Hago balance del día de hoy o de los últimos días. Me paro a pensar si me he puesto verdaderamente a tu servicio, si he sido capaz de dar la mejor versión de mí, o si la pereza o los caminos fáciles me han nublado y me han alejado de ti.
Jesús, te pedimos que en este día, te hagas presente en nuestras vidas, que hagas arder nuestros corazones y nos ayudes a dar luz al resto del mundo, como fuegos encendidos desde tu fuego.
¿Cuántas veces somos como ese hombre rico del Evnagelio en nuestra vida? ¿Cuántas veces lo rápido que pasa la vida no nos permite pararnos a contemplar nuestro alrededor? ¿Cuántas veces no cumplimos, Señor, tus mandamientos? ¿Cuántas veces no amamos? En numerosas ocasiones, tenemos a nuestro lado a muchos Lázaros, y no solo en lo referido al dinero. Hay muchas personas necesitadas de nuestra atención, de un simple hola, de un gesto de cariño, de amor; pero es más sencillo continuar con el ajetreo del día y echar la mirada a otro lado. Enséñanos Señor a ver, a mirar, a quienes tenemos a nuestro alrededor.
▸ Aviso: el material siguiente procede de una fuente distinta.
// The way panels and tools change the board: commands on the document, reported in the status line.
#include <doctest/doctest.h>

#include "editor/app/commands.hpp"
#include "netcheck/edit/cut_commands.hpp"

using namespace stripsmith;

namespace {

netcheck::Board plainBoard() {
    netcheck::Board board;
    board.rows = 3;
    board.cols = 6;
    return board;
}

std::unique_ptr<netcheck::edit::Command> cutAt(const Document& doc, netcheck::Hole hole) {
    return netcheck::edit::toggleCut(doc.board(), netcheck::Cut{hole, netcheck::Cut::Kind::Hole});
}

}  // namespace

TEST_CASE("commands change the document and say what they did") {
    Document doc;
    doc.reset(plainBoard(), "");
    std::string status;
    const TestLog log;
    const Commands commands(doc, status, log);

    REQUIRE(commands.perform(cutAt(doc, {0, 2})));
    CHECK(doc.board().cuts.size() == 1);
    CHECK_FALSE(status.empty());
    const std::string label = status;

    REQUIRE(commands.undo());
    CHECK(doc.board().cuts.empty());
    CHECK(status == "Undid: " + label);
    REQUIRE(commands.redo());
    CHECK(doc.board().cuts.size() == 1);
    CHECK(status == "Redid: " + label);
    CHECK_FALSE(commands.perform(nullptr));
}

TEST_CASE("a read-only document refuses commands and says why") {
    Document doc;
    doc.reset(plainBoard(), "newer.board.json", true);
    std::string status;
    const TestLog log;
    const Commands commands(doc, status, log);

    CHECK_FALSE(commands.perform(cutAt(doc, {0, 2})));
    CHECK(doc.board().cuts.empty());
    CHECK(status.find("read-only") != std::string::npos);
}
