// The Circuit panel's logic without a window: part, pin and net edits, completion, reading decks
// with the maker's options, exporting, and the board-against-circuit comparison. Each edit is
// performed as the panel does (one SetCircuit command) and undone through the history.
#include <doctest/doctest.h>

#include <algorithm>
#include <fstream>
#include <set>
#include <sstream>

#include "netcheck/edit/circuit_edits.hpp"
#include "editor/panels/circuit_files.hpp"
#include "netcheck/file/board_file.hpp"
#include "netcheck/edit/edit.hpp"

using namespace stripsmith;
using netcheck::CircuitEdit;
using netcheck::Circuit;
using netcheck::PinRef;

namespace {

std::string sampleText(const std::string& name) {
    std::ifstream in(std::string(STRIPSMITH_SOURCE) + "/samples/" + name);
    REQUIRE_MESSAGE(in.good(), "missing sample " << name);
    std::ostringstream text;
    text << in.rdbuf();
    return text.str();
}

netcheck::Board sampleBoard(const std::string& name) {
    auto board = netcheck::readBoard(sampleText(name), name);
    REQUIRE(board.ok());
    return *board.value;
}

Circuit edited(const CircuitEdit& edit) {
    if (const auto* problem = std::get_if<std::string>(&edit)) FAIL("edit refused: " << *problem);
    return std::get<Circuit>(edit);
}

std::string refused(const CircuitEdit& edit) {
    const auto* problem = std::get_if<std::string>(&edit);
    REQUIRE_MESSAGE(problem != nullptr, "edit should have been refused");
    return *problem;
}

/// The nets as sets of pin names, so order does not matter.
std::set<std::set<std::string>> netShapes(const Circuit& circuit) {
    std::set<std::set<std::string>> shapes;
    for (const auto& [name, pins] : circuit.nets) {
        std::set<std::string> shape;
        for (const auto& pin : pins) shape.insert(pin.name());
        shapes.insert(shape);
    }
    return shapes;
}

// Three parts by hand: R1 from IN to MID, R2 from MID to GND, C1 across R2.
Circuit divider() {
    Circuit c;
    c.parts["R1"] = {"resistor", "10k", {"1", "2"}, nlohmann::json::object()};
    c.parts["R2"] = {"resistor", "4k7", {"1", "2"}, nlohmann::json::object()};
    c.parts["C1"] = {"capacitor", "100n", {"1", "2"}, nlohmann::json::object()};
    c.nets["IN"] = {{"R1", "1"}};
    c.nets["MID"] = {{"R1", "2"}, {"R2", "1"}, {"C1", "1"}};
    c.nets["GND"] = {{"R2", "2"}, {"C1", "2"}};
    return c;
}

}  // namespace

TEST_CASE("circuit panel edits") {
    const Circuit before = divider();

    SUBCASE("assign a pin to a net, moving it out of its old one") {
        const Circuit after = edited(assignPinToNet(before, {"C1", "1"}, "IN"));
        CHECK(after.netOf({"C1", "1"}) == "IN");
        CHECK(after.nets.at("MID") == std::vector<PinRef>{{"R1", "2"}, {"R2", "1"}});
        CHECK(after.nets.at("IN") == std::vector<PinRef>{{"R1", "1"}, {"C1", "1"}});
    }
    SUBCASE("assign to a new name makes the net; an empty name disconnects") {
        const Circuit after = edited(assignPinToNet(before, {"R1", "1"}, "VIN"));
        CHECK_FALSE(after.nets.count("IN"));  // its only pin left
        CHECK(after.nets.at("VIN") == std::vector<PinRef>{{"R1", "1"}});
        const Circuit cleared = edited(assignPinToNet(before, {"C1", "2"}, ""));
        CHECK_FALSE(cleared.netOf({"C1", "2"}).has_value());
        CHECK(cleared.nets.at("GND") == std::vector<PinRef>{{"R2", "2"}});
    }
    SUBCASE("rename keeps the pins; a taken name is refused") {
        const Circuit after = edited(renameNet(before, "MID", "TAP"));
        CHECK_FALSE(after.nets.count("MID"));
        CHECK(after.nets.at("TAP") == before.nets.at("MID"));
        CHECK(after.parts == before.parts);
        CHECK(refused(renameNet(before, "MID", "GND")).find("merge") != std::string::npos);
        CHECK_FALSE(refused(renameNet(before, "NOPE", "X")).empty());
        CHECK_FALSE(refused(renameNet(before, "MID", "")).empty());
    }
    SUBCASE("merge joins every pin once and drops the merged net") {
        const Circuit after = edited(mergeNets(before, "IN", "MID"));
        CHECK_FALSE(after.nets.count("IN"));
        CHECK(after.nets.at("MID") ==
              std::vector<PinRef>{{"R1", "2"}, {"R2", "1"}, {"C1", "1"}, {"R1", "1"}});
        CHECK_FALSE(refused(mergeNets(before, "MID", "MID")).empty());
    }
    SUBCASE("add a net: its pins leave their old nets; a taken name or no pin is refused") {
        const Circuit after = edited(addNet(before, "TAP", {{"C1", "1"}, {"Q1", "B"}}));
        CHECK(after.nets.at("TAP") == std::vector<PinRef>{{"C1", "1"}, {"Q1", "B"}});
        CHECK(after.nets.at("MID") == std::vector<PinRef>{{"R1", "2"}, {"R2", "1"}});
        const Circuit moved = edited(addNet(before, "VIN", {{"R1", "1"}}));
        CHECK_FALSE(moved.nets.count("IN"));  // its only pin left
        CHECK(refused(addNet(before, "GND", {{"R1", "1"}})).find("already") != std::string::npos);
        CHECK_FALSE(refused(addNet(before, "", {{"R1", "1"}})).empty());
        CHECK_FALSE(refused(addNet(before, "NEW", {})).empty());
    }
    SUBCASE("add, edit and remove parts") {
        const Circuit added =
            edited(addCircuitPart(before, "D1", {"diode", "1N4148", {"A", "K"}, {}}));
        CHECK(added.parts.at("D1").pins == std::vector<std::string>{"A", "K"});
        CHECK_FALSE(refused(addCircuitPart(before, "R1", {})).empty());
        CHECK_FALSE(refused(addCircuitPart(before, "R.1", {})).empty());
        CHECK_FALSE(refused(addCircuitPart(before, "", {})).empty());

        // Renumbering R2 as R5 follows it into its nets; its value changes with it.
        const Circuit renamed =
            edited(editCircuitPart(before, "R2", "R5", {"resistor", "2k2", {"1", "2"}, {}}));
        CHECK_FALSE(renamed.parts.count("R2"));
        CHECK(renamed.parts.at("R5").value == "2k2");
        CHECK(renamed.netOf({"R5", "1"}) == "MID");
        CHECK(renamed.netOf({"R5", "2"}) == "GND");
        // Dropping a pin from the list takes it out of its net.
        const Circuit onePin =
            edited(editCircuitPart(before, "C1", "C1", {"capacitor", "100n", {"1"}, {}}));
        CHECK_FALSE(onePin.netOf({"C1", "2"}).has_value());

        const Circuit removed = edited(removeCircuitPart(before, "R1"));
        CHECK_FALSE(removed.parts.count("R1"));
        CHECK_FALSE(removed.nets.count("IN"));
        CHECK(removed.nets.at("MID") == std::vector<PinRef>{{"R2", "1"}, {"C1", "1"}});
    }
    SUBCASE("pins listed for a part: declared, else named in the nets") {
        Circuit c = before;
        c.parts["U1"] = {"ic", "NE555", {}, nlohmann::json::object()};
        c.nets["GND"].push_back({"U1", "1"});
        c.nets["MID"].push_back({"U1", "8"});
        CHECK(pinsOfPart(c, "U1") == std::vector<std::string>{"1", "8"});
        CHECK(pinsOfPart(c, "R1") == std::vector<std::string>{"1", "2"});
    }
    SUBCASE("net name completion: starting matches first, any case") {
        Circuit c = before;
        c.nets["VIN"] = {{"X", "1"}};
        CHECK(netNameSuggestions(c, "in") == std::vector<std::string>{"IN", "VIN"});
        CHECK(netNameSuggestions(c, "m") == std::vector<std::string>{"MID"});
        CHECK(netNameSuggestions(c, "").size() == 4);
        CHECK(netNameSuggestions(c, "", 2).size() == 2);
        CHECK(netNameSuggestions(c, "zz").empty());
    }
}

TEST_CASE("circuit panel undo") {
    // Each edit is one SetCircuit step: undo gives back the very circuit before it.
    netcheck::Board board = sampleBoard("flasher.board.json");
    REQUIRE(board.circuit.has_value());
    const Circuit original = *board.circuit;
    netcheck::edit::History history;
    auto perform = [&](const CircuitEdit& edit, const char* label) {
        history.perform(std::make_unique<netcheck::edit::SetCircuit>(board, edited(edit), label),
                        board);
    };
    perform(renameNet(*board.circuit, "DIS", "DISCHARGE"), "rename");
    const Circuit renamed = *board.circuit;
    perform(mergeNets(*board.circuit, "CV", "GND"), "merge");
    perform(assignPinToNet(*board.circuit, {"R3", "2"}, "OUT"), "assign");
    perform(removeCircuitPart(*board.circuit, "C2"), "remove");
    CHECK(history.depth() == 4);
    CHECK(board.circuit->nets.count("DISCHARGE"));
    CHECK_FALSE(board.circuit->parts.count("C2"));

    for (int i = 0; i < 3; ++i) CHECK(history.undo(board));
    CHECK(*board.circuit == renamed);
    CHECK(history.undo(board));
    CHECK(*board.circuit == original);
    CHECK(history.redo(board));
    CHECK(*board.circuit == renamed);
}

TEST_CASE("circuit panel files") {
    const netcheck::Board board = sampleBoard("flasher.board.json");
    const std::string deck = sampleText("spice/flasher.cir");

    SUBCASE("the flasher deck gives the nets the board file's own circuit states") {
        // Reference: the hand-written circuit in samples/flasher.board.json.
        auto read = readCircuitForEditor(deck, "flasher.cir", {});
        REQUIRE(read.ok());
        CHECK(netShapes(*read.value) == netShapes(*board.circuit));
        CHECK(read.value->nets.count("GND"));
    }
    SUBCASE("the name of node 0 is the maker's choice") {
        netcheck::SpiceOptions options;
        options.groundName = "0V";
        auto read = readCircuitForEditor(deck, "flasher.cir", options);
        REQUIRE(read.ok());
        CHECK(read.value->nets.count("0V"));
        CHECK_FALSE(read.value->nets.count("GND"));
    }
    SUBCASE("4K7 reads as 4000 by the SPICE rule, with a note") {
        // ngspice manual, 2.3.2 (scale factors): letters after a number that are not a scale
        // factor are ignored, so 4K7 is 4K = 4000.
        auto read =
            readCircuitForEditor("divider\nR1 in out 4K7\nR2 out 0 10k\n.end\n", "d.cir", {});
        REQUIRE(read.ok());
        REQUIRE_FALSE(read.notes.empty());
        const bool mentioned =
            std::any_of(read.notes.begin(), read.notes.end(), [](const std::string& n) {
                return n.find("4K7") != std::string::npos && n.find("d.cir:2") != std::string::npos;
            });
        CHECK(mentioned);
    }
    SUBCASE("a malformed deck is refused with file and line") {
        auto read = readCircuitForEditor("bad\nR1 onlyone\n.end\n", "bad.cir", {});
        REQUIRE_FALSE(read.ok());
        REQUIRE(read.error.has_value());
        CHECK(read.error->describe().find("bad.cir:2") != std::string::npos);
    }
    SUBCASE("export: SPICE for deck names, JSON otherwise, both read back the same") {
        CHECK(isSpiceFileName("x/amp.cir"));
        CHECK(isSpiceFileName("amp.spice"));
        CHECK_FALSE(isSpiceFileName("amp.json"));
        CHECK_FALSE(isSpiceFileName(".cir"));
        const std::string spice = circuitFileText(*board.circuit, "flasher.cir", "flasher");
        const std::string json = circuitFileText(*board.circuit, "flasher.json", "flasher");
        CHECK(spice.rfind("flasher", 0) == 0);  // SPICE3: the first line is the title
        CHECK(json.front() == '{');
        auto fromSpice = readCircuitForEditor(spice, "flasher.cir", {});
        auto fromJson = readCircuitForEditor(json, "flasher.json", {});
        REQUIRE(fromSpice.ok());
        REQUIRE(fromJson.ok());
        CHECK(netShapes(*fromSpice.value) == netShapes(*board.circuit));
        CHECK(*fromJson.value == *board.circuit);
    }
}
Que nuestra vida de oración ilumine nuestra mirada y la haga más consciente y misericordiosa como la tuya.
Cada día es un regalo que pones a nuestro servicio y es por ello que tenemos que aprender a vivir cada momento lleno de ti, para que así nuestras acciones en la tierra nos lleven hasta tu presencia en el cielo.
Señor, que en cada pequeño gesto se nos reconozca como hijos tuyos, que sepamos gritar ante las injusticias, que amemos al prójimo y vayamos a su lado, que dejemos a un lado las diferencias y nos impliquemos en la siembra desde la tierra del Reino de los cielos.